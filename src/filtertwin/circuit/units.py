"""Reading and writing component values: IEC 60062 letter code and SI prefixes.

Accepted text (all give the same kind of float, in the base unit):

* plain numbers: ``4700``, ``1e3``, ``0.47``;
* SI prefix with an optional unit: ``4.7k``, ``2.2nF``, ``47kohm``, ``47 kΩ``, ``1.5 MHz``;
* the IEC 60062 letter code, where the prefix letter stands for the decimal point:
  ``4k7`` (4700), ``2n2`` (2.2e-9), ``1M5``, ``3m3``, ``R47`` (0.47 ohm), ``4R7`` (4.7 ohm),
  ``47R`` (47 ohm), ``4F7`` (4.7 F).

Prefix letters: p n u µ μ m k K M G (``K`` is read as kilo, as resistor values are often
written). ``R`` marks ohms and ``F`` farads. Units: F, ohm (also ohms, Ω), Hz, V, A, s.

References
----------
IEC 60062:2016, Marking codes for resistors and capacitors (letter code for values).
BIPM, The International System of Units (SI brochure), 9th ed., 2019 (prefixes).
"""

from __future__ import annotations

import math
import numbers
import re
from decimal import Decimal

_PREFIX_EXPONENT = {
    "p": -12,
    "n": -9,
    "u": -6,
    "\u00b5": -6,  # MICRO SIGN
    "\u03bc": -6,  # GREEK SMALL LETTER MU
    "m": -3,
    "k": 3,
    "K": 3,
    "M": 6,
    "G": 9,
}
# Letters that mark the decimal point in the IEC 60062 code and imply a unit.
_UNIT_MARKERS = {"R": "ohm", "F": "F"}

_UNIT_SPELLINGS = {
    "F": "F",
    "ohm": "ohm",
    "ohms": "ohm",
    "Ohm": "ohm",
    "Ohms": "ohm",
    "\u03a9": "ohm",  # GREEK CAPITAL LETTER OMEGA
    "\u2126": "ohm",  # OHM SIGN
    "Hz": "Hz",
    "V": "V",
    "A": "A",
    "s": "s",
}
UNITS = ("F", "ohm", "Hz", "V", "A", "s")
# Unit letters in the wrong case that can only mean one thing ("kHZ", "OHM", "v"). A lone
# "f", "a" or "S" could be a prefix (femto, atto) or another unit (siemens): "f" and "a" are
# read as farad and ampere only after a prefix ("10 nf", "2 ma"); "mf" stays refused, since
# old drawings write "mf" for microfarads. Prefixes keep their case: "m" and "M" differ.
_UNIT_ANY_CASE = {"hz": "Hz", "ohm": "ohm", "ohms": "ohm", "v": "V"}
_UNIT_AFTER_PREFIX = {"f": "F", "a": "A"}

_PREFIXES = "".join(_PREFIX_EXPONENT)
_NUMBER = r"(?:\d+(?:\.\d*)?|\.\d+)(?:[eE][+-]?\d+)?"
_DECIMAL_FORM = re.compile(
    rf"(?P<sign>[+-]?)(?P<number>{_NUMBER})\s*(?P<letter>[{_PREFIXES}R]?)\s*(?P<unit>[^\d\s.+-]*)"
)
_CODE_FORM = re.compile(
    rf"(?P<sign>[+-]?)(?P<whole>\d*)(?P<letter>[{_PREFIXES}RF])(?P<fraction>\d+)\s*(?P<unit>[^\d\s.+-]*)"
)
_TWO_MARKERS = re.compile(rf"[+-]?[\d.]*[{_PREFIXES}RF][\d.]*\s*[^\d\s.+-]*")

_ACCEPTED = "write e.g. 4700, 4.7k, 4k7, 2n2, R47, 4R7, 2.2nF, 47kohm or 1.5 MHz"
_EXAMPLES = {
    "F": "write e.g. 2n2, 2.2nF, 100n or 1u",
    "ohm": "write e.g. 4k7, 4.7k, 47kohm or 4700",
    "Hz": "write e.g. 1.5 kHz, 1k5, 48k or 48000",
    "V": "write e.g. 2 V, 500 mV or 0.5",
    "A": "write e.g. 1 mA or 0.001",
    "s": "write e.g. 0.5, 500 ms or 2 s",
}


class ValueTextError(ValueError):
    """Text that is not a value: ``problem`` says what is wrong, ``fix`` the one way to write
    it; ``str()`` joins them. A caller with a better example replaces ``fix``."""

    def __init__(self, problem: str, fix: str = _ACCEPTED) -> None:
        super().__init__(f"{problem}; {fix}")
        self.problem = problem
        self.fix = fix


# Letter-code prefixes by decimal exponent, per kind of part.
_CODE_LETTERS = {
    "R": {0: "R", 3: "k", 6: "M", 9: "G"},
    "C": {-12: "p", -9: "n", -6: "u", -3: "m", 0: "F"},
}
_SI_LETTERS = {-12: "p", -9: "n", -6: "\u00b5", -3: "m", 0: "", 3: "k", 6: "M", 9: "G"}


def _unit_of(spelling: str, text: str, prefixed: bool) -> str:
    if spelling in _UNIT_SPELLINGS:
        return _UNIT_SPELLINGS[spelling]
    folded = spelling.lower()
    if folded in _UNIT_ANY_CASE:
        return _UNIT_ANY_CASE[folded]
    if prefixed and folded in _UNIT_AFTER_PREFIX and not text.rstrip().lower().endswith("mf"):
        return _UNIT_AFTER_PREFIX[folded]
    if not prefixed and folded in _UNIT_AFTER_PREFIX:
        unit = _UNIT_AFTER_PREFIX[folded]
        raise ValueTextError(
            f"cannot read {text!r} as a value: a lone {spelling!r} could be a prefix "
            f"({'femto' if folded == 'f' else 'atto'}) rather than {unit}",
            f"write {unit} for {'farads' if unit == 'F' else 'amperes'}",
        )
    head = spelling[:1]
    if head and head not in _PREFIX_EXPONENT and head.lower() in _PREFIX_EXPONENT:
        raise ValueTextError(
            f"cannot read {text!r} as a value: {head!r} is not a prefix (prefixes keep their "
            "case: m milli, M mega)",
            f"write {head.lower()}{spelling[1:]}",
        )
    if text.rstrip().lower().endswith("mf"):
        raise ValueTextError(
            f"cannot read {text!r} as a value: 'mf' could mean millifarads or (on old "
            "drawings) microfarads",
            "write mF for millifarads or uF for microfarads",
        )
    raise ValueTextError(
        f"cannot read {text!r} as a value: unknown suffix {spelling!r} (units: {', '.join(UNITS)})"
    )


def _parse_text(text: str) -> tuple[float, str | None]:
    """Value in the base unit and the unit the text names (None when it names none)."""
    stripped = text.strip()
    if not stripped:
        raise ValueTextError(f"cannot read {text!r} as a value: it is empty")
    code = _CODE_FORM.fullmatch(stripped)
    decimal = _DECIMAL_FORM.fullmatch(stripped)
    if code is not None:
        digits = f"{code['whole'] or '0'}.{code['fraction']}"
        letter, sign, spelling = code["letter"], code["sign"], code["unit"]
    elif decimal is not None:
        digits = decimal["number"]
        letter, sign, spelling = decimal["letter"], decimal["sign"], decimal["unit"]
    elif _TWO_MARKERS.fullmatch(stripped) and "." in stripped:
        raise ValueTextError(
            f"cannot read {text!r} as a value: it has two decimal markers "
            "(a point and a code letter)"
        )
    else:
        raise ValueTextError(f"cannot read {text!r} as a value: not a number")
    # Decimal keeps 4.7 * 1e-9 the float nearest 4.7e-9 (a float product may be 1 ulp off).
    value = float(Decimal(digits).scaleb(_PREFIX_EXPONENT.get(letter, 0)))
    implied = _UNIT_MARKERS.get(letter)
    named = _unit_of(spelling, text, letter in _PREFIX_EXPONENT) if spelling else None
    if implied is not None and named is not None and named != implied:
        raise ValueTextError(
            f"cannot read {text!r} as a value: the letter {letter!r} means {implied} "
            f"but the unit is {named}"
        )
    return (-value if sign == "-" else value), named or implied


def parse_quantity(
    text_or_number: str | float, unit: str | None = None, *, allow_negative: bool = False
) -> float:
    """Read a component value or other quantity written by a person.

    Parameters
    ----------
    text_or_number : str or real number
        A number, or text in one of the forms of this module's description: plain
        (``"4700"``, ``"1e3"``), SI prefix with optional unit (``"4.7k"``, ``"2.2nF"``,
        ``"47 kΩ"``, ``"1.5 MHz"``), or IEC 60062 letter code (``"4k7"``, ``"2n2"``,
        ``"R47"``, ``"4R7"``).
    unit : str, optional
        The expected unit, one of ``UNITS`` ("F", "ohm", "Hz", "V", "A", "s"). A unit
        written in the text, or implied by the letters R (ohm) and F (farad), must match it.
        Text without a unit is always accepted.
    allow_negative : bool, default False
        Accept values below zero.

    Returns
    -------
    float
        The value in the base unit (ohm, F, Hz, V, A, s): ``"4k7"`` gives 4700.0.

    Raises
    ------
    ValueError
        With the text and the accepted forms, for empty text, text that is not a number,
        two decimal markers (``"4k7.1"``), an unknown suffix, a unit other than `unit`,
        a negative value without `allow_negative`, NaN or infinity; also for an unknown
        `unit`. The message does not say where the text came from: the caller adds that.
    TypeError
        If `text_or_number` is neither text nor a real number (``True`` is not a number).

    References
    ----------
    IEC 60062:2016, letter code for resistance and capacitance values.

    Examples
    --------
    >>> parse_quantity("4k7", "ohm")
    4700.0
    >>> parse_quantity("2.2nF", "F")
    2.2e-09
    """
    if unit is not None and unit not in UNITS:
        raise ValueError(f"unit must be one of {', '.join(UNITS)} or None (got {unit!r})")
    if isinstance(text_or_number, str):
        try:
            value, named = _parse_text(text_or_number)
        except ValueTextError as exc:
            if unit is None or exc.fix != _ACCEPTED:
                raise
            raise ValueTextError(exc.problem, _EXAMPLES[unit]) from None
    elif isinstance(text_or_number, numbers.Real) and not isinstance(text_or_number, bool):
        value, named = float(text_or_number), None
    else:
        raise TypeError(
            f"a value must be text or a number (got {type(text_or_number).__name__} "
            f"{text_or_number!r})"
        )
    if not math.isfinite(value):
        raise ValueTextError(
            f"cannot read {text_or_number!r} as a value: it is not finite",
            _EXAMPLES.get(unit or "", _ACCEPTED),
        )
    if unit is not None and named is not None and named != unit:
        raise ValueTextError(
            f"cannot read {text_or_number!r} as a value in {unit}: it is written in {named}",
            f"write it in {unit} or without a unit",
        )
    if value < 0.0 and not allow_negative:
        raise ValueTextError(
            f"cannot read {text_or_number!r} as a value: it is negative",
            "write a value of zero or more",
        )
    return value + 0.0  # no negative zero


def _three_figures(value: float) -> tuple[str, int]:
    """Three significant digits of a positive value and the decimal exponent of the first."""
    mantissa, exponent = f"{value:.2e}".split("e")
    return mantissa.replace(".", ""), int(exponent)


def format_letter_code(value: float, unit_kind: str) -> str:
    """Write a resistance or capacitance in the IEC 60062 letter code, 3 significant figures.

    Parameters
    ----------
    value : float
        Finite positive value in ohm (``unit_kind="R"``) or F (``unit_kind="C"``).
    unit_kind : {"R", "C"}
        "R" for resistors (letters R, k, M, G) and "C" for capacitors (p, n, u, m, F).

    Returns
    -------
    str
        The code with trailing zeros dropped: 4700 -> "4k7", 4.7 -> "4R7", 0.47 -> "R47",
        47 -> "47R", 12100 -> "12k1", 2.2e-9 -> "2n2", 100e-12 -> "100p", 1e-6 -> "1u".
        Values beyond the letters grow digits ("1000G"); values below them get leading
        zeros ("R047", "p47").

    Raises
    ------
    ValueError
        If `value` is not finite and positive or `unit_kind` is not "R" or "C".

    References
    ----------
    IEC 60062:2016, letter code for resistance and capacitance values. The standard writes
    the kilo-ohm letter as "K"; the SI lower-case "k" is written here, and both are read.

    Examples
    --------
    >>> format_letter_code(4700.0, "R"), format_letter_code(2.2e-9, "C")
    ('4k7', '2n2')
    """
    if unit_kind not in _CODE_LETTERS:
        raise ValueError(f'unit_kind must be "R" or "C" (got {unit_kind!r})')
    if not (math.isfinite(value) and value > 0.0):
        raise ValueError(f"value must be a finite positive number (got {value!r})")
    digits, exponent = _three_figures(value)
    letters = _CODE_LETTERS[unit_kind]
    at_or_below = [e for e in letters if e <= exponent]
    prefix_exponent = max(at_or_below) if at_or_below else min(letters)
    whole_count = exponent - prefix_exponent + 1  # digits before the marker
    if whole_count <= 0:
        whole, fraction = "", "0" * -whole_count + digits
    else:
        padded = digits.ljust(whole_count, "0")
        whole, fraction = padded[:whole_count], padded[whole_count:]
    return f"{whole}{letters[prefix_exponent]}{fraction.rstrip('0')}"


def format_si(value: float, unit: str, digits: int = 4) -> str:
    """Write a value with an SI prefix and a fixed number of significant digits.

    Parameters
    ----------
    value : float
        The value in the base unit; NaN and infinity are written as such.
    unit : str
        Unit text appended after the prefix ("Hz", "F", "ohm", "V"); may be empty.
    digits : int, default 4
        Significant digits shown, at least 1.

    Returns
    -------
    str
        For example "1.234 kHz", "10.00 nF", "-250.0 mV", "0 Hz". Prefixes run from p to
        G (micro as µ); values outside that range get more digits ("1500 GHz").

    Raises
    ------
    ValueError
        If `digits` is below 1.

    Examples
    --------
    >>> format_si(1234.0, "Hz"), format_si(10e-9, "F"), format_si(0.0, "Hz")
    ('1.234 kHz', '10.00 nF', '0 Hz')
    """
    if isinstance(digits, bool) or not isinstance(digits, int) or digits < 1:
        raise ValueError(f"digits must be an integer >= 1 (got {digits!r})")
    if value == 0.0 or not math.isfinite(value):
        number = "0" if value == 0.0 else str(value)
        return f"{number} {unit}".rstrip()
    mantissa, exponent_text = f"{abs(value):.{digits - 1}e}".split("e")
    exponent = int(exponent_text)
    prefix_exponent = min(max(3 * math.floor(exponent / 3), -12), 9)
    decimals = max(0, digits - 1 - (exponent - prefix_exponent))
    scaled = float(mantissa) * 10.0 ** (exponent - prefix_exponent)
    sign = "-" if value < 0 else ""
    return f"{sign}{scaled:.{decimals}f} {_SI_LETTERS[prefix_exponent]}{unit}".rstrip()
• • •
▸ **Goal of the exercise**
Among the entries above, locate the lines containing "if implied is" and "a negative value", and transcribe exactly those two lines and all lines between.

▸ **Answer section**
    if implied is not None and named is not None and named != implied:
        raise ValueTextError(
            f"cannot read {text!r} as a value: the letter {letter!r} means {implied} "
            f"but the unit is {named}"
        )
    return (-value if sign == "-" else value), named or implied


def parse_quantity(
    text_or_number: str | float, unit: str | None = None, *, allow_negative: bool = False
) -> float:
    """Read a component value or other quantity written by a person.

    Parameters
    ----------
    text_or_number : str or real number
        A number, or text in one of the forms of this module's description: plain
        (``"4700"``, ``"1e3"``), SI prefix with optional unit (``"4.7k"``, ``"2.2nF"``,
        ``"47 kΩ"``, ``"1.5 MHz"``), or IEC 60062 letter code (``"4k7"``, ``"2n2"``,
        ``"R47"``, ``"4R7"``).
    unit : str, optional
        The expected unit, one of ``UNITS`` ("F", "ohm", "Hz", "V", "A", "s"). A unit
        written in the text, or implied by the letters R (ohm) and F (farad), must match it.
        Text without a unit is always accepted.
    allow_negative : bool, default False
        Accept values below zero.

    Returns
    -------
    float
        The value in the base unit (ohm, F, Hz, V, A, s): ``"4k7"`` gives 4700.0.

    Raises
    ------
    ValueError
        With the text and the accepted forms, for empty text, text that is not a number,
        two decimal markers (``"4k7.1"``), an unknown suffix, a unit other than `unit`,
        a negative value without `allow_negative`, NaN or infinity; also for an unknown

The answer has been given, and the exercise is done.